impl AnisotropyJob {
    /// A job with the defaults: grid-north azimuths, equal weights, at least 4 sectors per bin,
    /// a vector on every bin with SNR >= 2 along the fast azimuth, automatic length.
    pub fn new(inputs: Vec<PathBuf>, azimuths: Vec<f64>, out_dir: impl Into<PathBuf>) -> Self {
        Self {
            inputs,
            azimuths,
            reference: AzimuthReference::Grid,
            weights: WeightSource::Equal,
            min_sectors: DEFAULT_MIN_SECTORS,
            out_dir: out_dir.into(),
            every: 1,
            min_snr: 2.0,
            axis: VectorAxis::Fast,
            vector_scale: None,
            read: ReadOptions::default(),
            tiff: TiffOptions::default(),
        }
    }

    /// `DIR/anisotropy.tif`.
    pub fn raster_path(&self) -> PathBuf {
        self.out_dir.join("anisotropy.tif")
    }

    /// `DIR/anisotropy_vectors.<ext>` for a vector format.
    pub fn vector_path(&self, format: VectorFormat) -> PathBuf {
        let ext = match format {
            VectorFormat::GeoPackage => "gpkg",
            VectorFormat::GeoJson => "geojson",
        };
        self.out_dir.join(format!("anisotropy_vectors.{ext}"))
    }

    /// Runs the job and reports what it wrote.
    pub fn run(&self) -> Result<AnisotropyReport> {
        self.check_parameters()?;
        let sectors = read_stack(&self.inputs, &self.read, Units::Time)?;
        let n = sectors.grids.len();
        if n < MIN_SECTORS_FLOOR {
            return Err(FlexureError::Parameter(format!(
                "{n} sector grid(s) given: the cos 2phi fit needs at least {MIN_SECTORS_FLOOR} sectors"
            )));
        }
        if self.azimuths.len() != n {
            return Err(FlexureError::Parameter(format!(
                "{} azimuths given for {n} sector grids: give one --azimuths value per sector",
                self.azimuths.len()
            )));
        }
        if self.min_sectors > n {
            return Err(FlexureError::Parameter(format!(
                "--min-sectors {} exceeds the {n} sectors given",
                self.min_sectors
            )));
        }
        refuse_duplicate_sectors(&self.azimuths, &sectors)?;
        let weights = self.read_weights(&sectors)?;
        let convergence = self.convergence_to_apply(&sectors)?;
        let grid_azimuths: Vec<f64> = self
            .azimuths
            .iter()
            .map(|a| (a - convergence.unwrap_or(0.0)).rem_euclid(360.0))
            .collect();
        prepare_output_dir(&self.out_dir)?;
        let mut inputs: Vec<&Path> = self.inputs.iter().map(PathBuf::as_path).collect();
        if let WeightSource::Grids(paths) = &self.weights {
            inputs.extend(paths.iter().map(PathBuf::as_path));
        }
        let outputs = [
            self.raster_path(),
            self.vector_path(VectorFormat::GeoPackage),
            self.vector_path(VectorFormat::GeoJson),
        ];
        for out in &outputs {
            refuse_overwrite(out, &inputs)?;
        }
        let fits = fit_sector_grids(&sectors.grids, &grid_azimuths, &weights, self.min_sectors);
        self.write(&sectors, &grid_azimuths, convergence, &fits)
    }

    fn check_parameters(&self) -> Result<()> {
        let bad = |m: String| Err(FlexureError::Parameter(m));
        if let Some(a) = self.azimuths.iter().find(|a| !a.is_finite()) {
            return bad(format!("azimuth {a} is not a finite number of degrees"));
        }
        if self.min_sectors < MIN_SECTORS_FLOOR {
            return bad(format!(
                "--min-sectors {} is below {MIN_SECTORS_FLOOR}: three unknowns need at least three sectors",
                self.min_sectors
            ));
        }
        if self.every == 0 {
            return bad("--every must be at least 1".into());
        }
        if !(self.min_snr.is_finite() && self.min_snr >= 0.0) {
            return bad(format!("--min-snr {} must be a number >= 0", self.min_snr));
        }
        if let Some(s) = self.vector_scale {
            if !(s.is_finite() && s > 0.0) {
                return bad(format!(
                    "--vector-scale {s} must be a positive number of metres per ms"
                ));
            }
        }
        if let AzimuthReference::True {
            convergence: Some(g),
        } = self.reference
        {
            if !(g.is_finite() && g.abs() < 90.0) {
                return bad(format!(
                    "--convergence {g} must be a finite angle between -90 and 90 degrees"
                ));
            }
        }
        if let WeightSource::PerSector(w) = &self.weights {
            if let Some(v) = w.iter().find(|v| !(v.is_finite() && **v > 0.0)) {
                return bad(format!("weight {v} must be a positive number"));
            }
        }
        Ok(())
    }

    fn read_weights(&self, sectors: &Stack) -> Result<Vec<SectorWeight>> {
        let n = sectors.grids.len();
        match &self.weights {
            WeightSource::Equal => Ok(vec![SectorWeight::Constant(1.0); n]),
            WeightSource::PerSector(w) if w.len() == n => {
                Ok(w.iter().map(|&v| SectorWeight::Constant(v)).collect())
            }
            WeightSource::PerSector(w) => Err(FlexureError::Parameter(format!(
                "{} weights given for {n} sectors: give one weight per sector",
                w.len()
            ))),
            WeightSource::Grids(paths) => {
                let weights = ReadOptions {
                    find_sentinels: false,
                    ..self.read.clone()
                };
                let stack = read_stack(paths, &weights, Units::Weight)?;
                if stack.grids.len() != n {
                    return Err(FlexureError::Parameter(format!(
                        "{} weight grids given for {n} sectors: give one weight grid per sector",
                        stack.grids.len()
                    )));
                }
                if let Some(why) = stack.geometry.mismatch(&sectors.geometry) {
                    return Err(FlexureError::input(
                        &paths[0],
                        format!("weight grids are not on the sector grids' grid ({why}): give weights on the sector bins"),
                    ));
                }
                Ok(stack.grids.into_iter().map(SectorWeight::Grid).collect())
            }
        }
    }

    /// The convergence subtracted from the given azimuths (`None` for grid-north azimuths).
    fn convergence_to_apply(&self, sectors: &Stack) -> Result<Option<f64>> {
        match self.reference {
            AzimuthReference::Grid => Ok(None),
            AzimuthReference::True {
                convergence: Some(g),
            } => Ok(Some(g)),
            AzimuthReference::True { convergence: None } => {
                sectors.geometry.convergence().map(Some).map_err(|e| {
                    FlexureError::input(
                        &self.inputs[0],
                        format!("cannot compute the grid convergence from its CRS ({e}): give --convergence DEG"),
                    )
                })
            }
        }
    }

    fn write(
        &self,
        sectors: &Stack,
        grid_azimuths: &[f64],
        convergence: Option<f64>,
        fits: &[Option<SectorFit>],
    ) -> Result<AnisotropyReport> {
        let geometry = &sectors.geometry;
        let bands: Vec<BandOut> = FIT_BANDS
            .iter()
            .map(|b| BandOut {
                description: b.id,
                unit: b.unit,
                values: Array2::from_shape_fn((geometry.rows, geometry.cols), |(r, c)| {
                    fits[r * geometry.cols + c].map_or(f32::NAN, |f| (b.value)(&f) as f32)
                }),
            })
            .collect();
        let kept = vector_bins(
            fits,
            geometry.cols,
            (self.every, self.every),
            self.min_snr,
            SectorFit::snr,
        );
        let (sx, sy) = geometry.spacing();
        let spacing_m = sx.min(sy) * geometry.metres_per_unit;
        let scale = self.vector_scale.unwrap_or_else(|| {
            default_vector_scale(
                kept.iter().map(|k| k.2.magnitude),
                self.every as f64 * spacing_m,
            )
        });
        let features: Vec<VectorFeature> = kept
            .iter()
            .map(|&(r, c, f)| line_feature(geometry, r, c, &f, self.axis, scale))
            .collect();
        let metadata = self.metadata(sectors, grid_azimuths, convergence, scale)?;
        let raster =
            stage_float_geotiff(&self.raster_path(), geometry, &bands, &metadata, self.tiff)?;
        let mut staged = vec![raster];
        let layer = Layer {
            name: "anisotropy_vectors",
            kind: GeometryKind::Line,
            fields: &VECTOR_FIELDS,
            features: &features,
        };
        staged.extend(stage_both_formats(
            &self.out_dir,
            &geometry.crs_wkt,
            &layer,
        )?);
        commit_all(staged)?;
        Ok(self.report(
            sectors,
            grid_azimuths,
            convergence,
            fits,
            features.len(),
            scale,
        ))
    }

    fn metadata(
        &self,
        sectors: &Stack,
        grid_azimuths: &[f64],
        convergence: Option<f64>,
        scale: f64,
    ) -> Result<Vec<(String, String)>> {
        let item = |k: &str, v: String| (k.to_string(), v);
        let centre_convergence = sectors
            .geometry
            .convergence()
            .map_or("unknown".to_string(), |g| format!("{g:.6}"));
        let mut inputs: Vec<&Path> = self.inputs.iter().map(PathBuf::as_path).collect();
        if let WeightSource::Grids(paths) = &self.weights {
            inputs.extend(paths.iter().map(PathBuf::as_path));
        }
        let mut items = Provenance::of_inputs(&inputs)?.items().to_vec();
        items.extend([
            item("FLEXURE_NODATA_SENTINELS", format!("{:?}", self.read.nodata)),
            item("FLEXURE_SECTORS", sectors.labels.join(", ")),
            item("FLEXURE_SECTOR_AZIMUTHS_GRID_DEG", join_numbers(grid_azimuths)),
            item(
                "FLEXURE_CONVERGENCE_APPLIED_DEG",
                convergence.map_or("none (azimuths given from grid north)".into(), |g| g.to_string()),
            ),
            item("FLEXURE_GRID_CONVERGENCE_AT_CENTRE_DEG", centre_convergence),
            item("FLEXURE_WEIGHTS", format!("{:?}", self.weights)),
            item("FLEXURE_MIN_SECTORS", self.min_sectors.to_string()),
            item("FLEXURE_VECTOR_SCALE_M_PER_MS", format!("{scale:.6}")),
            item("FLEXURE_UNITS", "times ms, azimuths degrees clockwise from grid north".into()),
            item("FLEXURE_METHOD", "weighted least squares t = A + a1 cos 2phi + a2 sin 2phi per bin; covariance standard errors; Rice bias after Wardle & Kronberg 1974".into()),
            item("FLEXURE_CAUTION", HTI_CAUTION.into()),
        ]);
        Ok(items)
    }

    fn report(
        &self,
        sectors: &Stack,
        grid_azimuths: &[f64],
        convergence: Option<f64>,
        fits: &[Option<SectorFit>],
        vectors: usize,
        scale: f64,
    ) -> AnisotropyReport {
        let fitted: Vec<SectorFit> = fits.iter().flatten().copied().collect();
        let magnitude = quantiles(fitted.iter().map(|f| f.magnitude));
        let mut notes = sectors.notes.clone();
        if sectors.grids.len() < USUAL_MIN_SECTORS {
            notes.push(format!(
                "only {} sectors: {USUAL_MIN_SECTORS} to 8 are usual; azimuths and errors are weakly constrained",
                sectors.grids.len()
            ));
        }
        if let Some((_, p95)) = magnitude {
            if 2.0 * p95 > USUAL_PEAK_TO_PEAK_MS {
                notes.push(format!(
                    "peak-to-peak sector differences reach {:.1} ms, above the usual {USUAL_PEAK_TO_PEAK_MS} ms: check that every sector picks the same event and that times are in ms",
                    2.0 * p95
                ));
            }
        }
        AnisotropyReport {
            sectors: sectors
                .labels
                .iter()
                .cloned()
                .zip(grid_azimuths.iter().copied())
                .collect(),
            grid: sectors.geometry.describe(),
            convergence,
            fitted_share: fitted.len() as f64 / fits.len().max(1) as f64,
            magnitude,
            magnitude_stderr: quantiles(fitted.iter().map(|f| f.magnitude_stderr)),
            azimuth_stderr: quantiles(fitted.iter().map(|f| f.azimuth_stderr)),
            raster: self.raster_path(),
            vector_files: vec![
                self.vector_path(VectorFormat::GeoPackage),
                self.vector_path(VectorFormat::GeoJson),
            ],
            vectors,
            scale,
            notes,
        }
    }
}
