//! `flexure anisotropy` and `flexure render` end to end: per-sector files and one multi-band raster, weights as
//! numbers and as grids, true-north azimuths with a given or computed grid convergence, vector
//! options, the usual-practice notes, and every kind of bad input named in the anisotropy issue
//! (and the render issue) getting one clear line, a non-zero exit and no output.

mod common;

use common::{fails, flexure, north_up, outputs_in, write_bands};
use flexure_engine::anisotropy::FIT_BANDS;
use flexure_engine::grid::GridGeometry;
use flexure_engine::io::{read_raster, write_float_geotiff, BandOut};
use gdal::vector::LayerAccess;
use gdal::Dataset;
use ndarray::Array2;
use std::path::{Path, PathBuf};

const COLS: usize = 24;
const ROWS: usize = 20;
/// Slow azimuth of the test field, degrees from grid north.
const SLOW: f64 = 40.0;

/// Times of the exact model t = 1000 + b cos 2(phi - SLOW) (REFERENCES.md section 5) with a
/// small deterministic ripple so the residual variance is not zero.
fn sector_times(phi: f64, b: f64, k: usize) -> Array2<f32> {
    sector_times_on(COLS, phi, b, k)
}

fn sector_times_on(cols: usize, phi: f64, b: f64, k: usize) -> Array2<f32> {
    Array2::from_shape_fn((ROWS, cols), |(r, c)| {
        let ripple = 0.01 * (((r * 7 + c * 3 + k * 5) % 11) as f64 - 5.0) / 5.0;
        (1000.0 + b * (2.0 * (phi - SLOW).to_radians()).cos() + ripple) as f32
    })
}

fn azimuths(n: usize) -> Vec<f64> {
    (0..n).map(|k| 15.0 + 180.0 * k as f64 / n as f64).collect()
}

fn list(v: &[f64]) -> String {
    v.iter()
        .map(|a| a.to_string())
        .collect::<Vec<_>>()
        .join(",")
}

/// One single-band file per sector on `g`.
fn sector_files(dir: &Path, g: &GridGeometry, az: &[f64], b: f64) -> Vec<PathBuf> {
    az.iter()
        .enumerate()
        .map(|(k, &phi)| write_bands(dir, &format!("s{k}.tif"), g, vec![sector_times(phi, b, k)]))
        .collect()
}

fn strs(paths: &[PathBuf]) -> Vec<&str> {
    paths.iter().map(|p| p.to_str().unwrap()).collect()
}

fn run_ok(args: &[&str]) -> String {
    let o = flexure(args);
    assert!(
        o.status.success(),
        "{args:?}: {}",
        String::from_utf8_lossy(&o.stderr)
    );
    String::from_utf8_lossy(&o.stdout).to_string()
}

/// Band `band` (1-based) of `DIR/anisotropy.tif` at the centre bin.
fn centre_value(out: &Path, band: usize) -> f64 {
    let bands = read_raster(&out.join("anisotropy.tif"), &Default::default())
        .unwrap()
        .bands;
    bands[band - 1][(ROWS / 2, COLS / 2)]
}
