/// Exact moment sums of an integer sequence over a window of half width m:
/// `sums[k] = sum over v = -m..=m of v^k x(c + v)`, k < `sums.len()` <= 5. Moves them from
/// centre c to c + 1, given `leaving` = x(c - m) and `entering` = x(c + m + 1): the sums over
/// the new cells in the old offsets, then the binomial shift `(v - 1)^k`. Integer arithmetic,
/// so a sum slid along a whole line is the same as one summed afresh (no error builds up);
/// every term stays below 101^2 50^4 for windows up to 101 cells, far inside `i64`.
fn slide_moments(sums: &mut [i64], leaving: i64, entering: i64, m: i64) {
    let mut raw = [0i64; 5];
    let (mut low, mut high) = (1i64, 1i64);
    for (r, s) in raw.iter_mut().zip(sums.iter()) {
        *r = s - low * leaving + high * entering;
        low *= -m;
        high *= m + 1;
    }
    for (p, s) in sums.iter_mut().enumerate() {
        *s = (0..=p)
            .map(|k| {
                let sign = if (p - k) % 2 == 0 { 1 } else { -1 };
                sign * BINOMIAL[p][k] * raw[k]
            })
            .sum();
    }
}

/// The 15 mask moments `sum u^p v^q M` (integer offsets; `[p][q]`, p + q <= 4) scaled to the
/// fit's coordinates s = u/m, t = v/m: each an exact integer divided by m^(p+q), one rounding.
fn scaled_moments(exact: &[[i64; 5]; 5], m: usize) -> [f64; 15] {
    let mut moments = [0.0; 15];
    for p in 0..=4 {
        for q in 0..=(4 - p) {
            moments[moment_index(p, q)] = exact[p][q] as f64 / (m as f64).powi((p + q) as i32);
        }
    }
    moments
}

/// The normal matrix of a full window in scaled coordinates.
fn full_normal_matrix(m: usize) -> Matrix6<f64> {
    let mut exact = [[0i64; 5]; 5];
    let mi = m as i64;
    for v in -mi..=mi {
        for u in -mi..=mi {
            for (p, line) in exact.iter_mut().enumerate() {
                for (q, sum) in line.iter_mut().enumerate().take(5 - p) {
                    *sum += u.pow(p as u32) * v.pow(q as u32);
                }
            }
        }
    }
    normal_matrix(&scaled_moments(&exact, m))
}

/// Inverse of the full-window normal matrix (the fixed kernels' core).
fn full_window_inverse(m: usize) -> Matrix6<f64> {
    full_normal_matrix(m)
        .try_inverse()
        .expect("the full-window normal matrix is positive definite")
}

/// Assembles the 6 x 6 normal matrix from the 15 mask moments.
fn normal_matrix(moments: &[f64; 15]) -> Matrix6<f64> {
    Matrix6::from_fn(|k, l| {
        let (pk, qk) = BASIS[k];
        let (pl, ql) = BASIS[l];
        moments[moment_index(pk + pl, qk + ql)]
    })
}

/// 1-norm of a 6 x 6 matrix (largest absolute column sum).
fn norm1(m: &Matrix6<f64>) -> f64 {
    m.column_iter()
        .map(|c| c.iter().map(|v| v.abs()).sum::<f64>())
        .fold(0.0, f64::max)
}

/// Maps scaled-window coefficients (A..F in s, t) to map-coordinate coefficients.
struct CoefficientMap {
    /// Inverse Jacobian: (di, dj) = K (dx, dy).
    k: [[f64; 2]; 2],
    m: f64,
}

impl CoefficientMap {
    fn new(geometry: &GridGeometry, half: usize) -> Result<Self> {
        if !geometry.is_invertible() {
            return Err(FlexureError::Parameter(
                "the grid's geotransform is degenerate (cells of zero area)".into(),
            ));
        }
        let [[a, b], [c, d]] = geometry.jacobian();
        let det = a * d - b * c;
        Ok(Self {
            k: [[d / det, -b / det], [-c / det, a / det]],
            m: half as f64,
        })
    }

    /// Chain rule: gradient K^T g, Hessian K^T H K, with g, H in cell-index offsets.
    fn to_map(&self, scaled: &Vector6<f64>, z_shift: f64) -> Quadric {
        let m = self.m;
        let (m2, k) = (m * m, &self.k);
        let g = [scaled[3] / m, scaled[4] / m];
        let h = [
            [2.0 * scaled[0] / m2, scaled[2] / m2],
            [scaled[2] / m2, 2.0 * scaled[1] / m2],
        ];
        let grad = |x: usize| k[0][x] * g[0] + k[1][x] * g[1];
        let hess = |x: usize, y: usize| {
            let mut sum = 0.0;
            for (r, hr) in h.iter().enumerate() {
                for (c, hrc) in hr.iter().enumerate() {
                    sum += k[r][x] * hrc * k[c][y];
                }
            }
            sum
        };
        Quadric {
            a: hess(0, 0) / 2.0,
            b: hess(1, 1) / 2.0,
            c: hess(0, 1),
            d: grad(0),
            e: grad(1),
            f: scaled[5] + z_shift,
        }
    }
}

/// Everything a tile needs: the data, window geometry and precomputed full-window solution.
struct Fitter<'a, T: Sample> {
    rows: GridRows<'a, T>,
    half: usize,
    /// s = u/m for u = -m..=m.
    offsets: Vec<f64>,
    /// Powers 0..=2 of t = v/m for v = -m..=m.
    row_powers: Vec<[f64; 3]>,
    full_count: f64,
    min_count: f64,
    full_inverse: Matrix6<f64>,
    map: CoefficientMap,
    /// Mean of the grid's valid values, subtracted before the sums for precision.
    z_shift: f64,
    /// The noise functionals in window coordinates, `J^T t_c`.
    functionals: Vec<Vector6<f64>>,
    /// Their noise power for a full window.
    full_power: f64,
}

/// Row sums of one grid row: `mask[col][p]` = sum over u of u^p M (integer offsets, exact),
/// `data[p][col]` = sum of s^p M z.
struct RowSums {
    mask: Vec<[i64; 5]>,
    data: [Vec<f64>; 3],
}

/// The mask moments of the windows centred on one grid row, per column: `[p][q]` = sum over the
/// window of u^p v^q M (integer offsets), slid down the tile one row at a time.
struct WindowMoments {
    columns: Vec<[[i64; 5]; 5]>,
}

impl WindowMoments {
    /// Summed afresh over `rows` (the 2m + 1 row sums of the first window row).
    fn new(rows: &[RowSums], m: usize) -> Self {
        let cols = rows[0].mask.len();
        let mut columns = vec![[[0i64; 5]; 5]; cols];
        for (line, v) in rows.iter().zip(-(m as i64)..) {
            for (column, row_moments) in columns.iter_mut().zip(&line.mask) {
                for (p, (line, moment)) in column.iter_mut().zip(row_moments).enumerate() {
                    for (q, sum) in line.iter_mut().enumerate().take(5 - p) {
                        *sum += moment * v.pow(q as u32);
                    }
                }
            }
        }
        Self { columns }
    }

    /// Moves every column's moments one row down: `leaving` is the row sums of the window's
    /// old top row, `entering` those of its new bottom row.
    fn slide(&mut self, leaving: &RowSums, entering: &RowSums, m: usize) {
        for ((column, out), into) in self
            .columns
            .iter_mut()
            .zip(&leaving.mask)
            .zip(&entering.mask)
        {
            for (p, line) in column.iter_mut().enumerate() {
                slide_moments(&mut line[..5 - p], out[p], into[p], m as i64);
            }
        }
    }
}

[Task statement]
Check the entries above line by line and return each one containing the word "VectorFormat".

[Answer to the exercise]
    pub fn vector_path(&self, format: VectorFormat) -> PathBuf {
            VectorFormat::GeoPackage => "gpkg",
            VectorFormat::GeoJson => "geojson",
            self.vector_path(VectorFormat::GeoPackage),
            self.vector_path(VectorFormat::GeoJson),
                self.vector_path(VectorFormat::GeoPackage),
                self.vector_path(VectorFormat::GeoJson),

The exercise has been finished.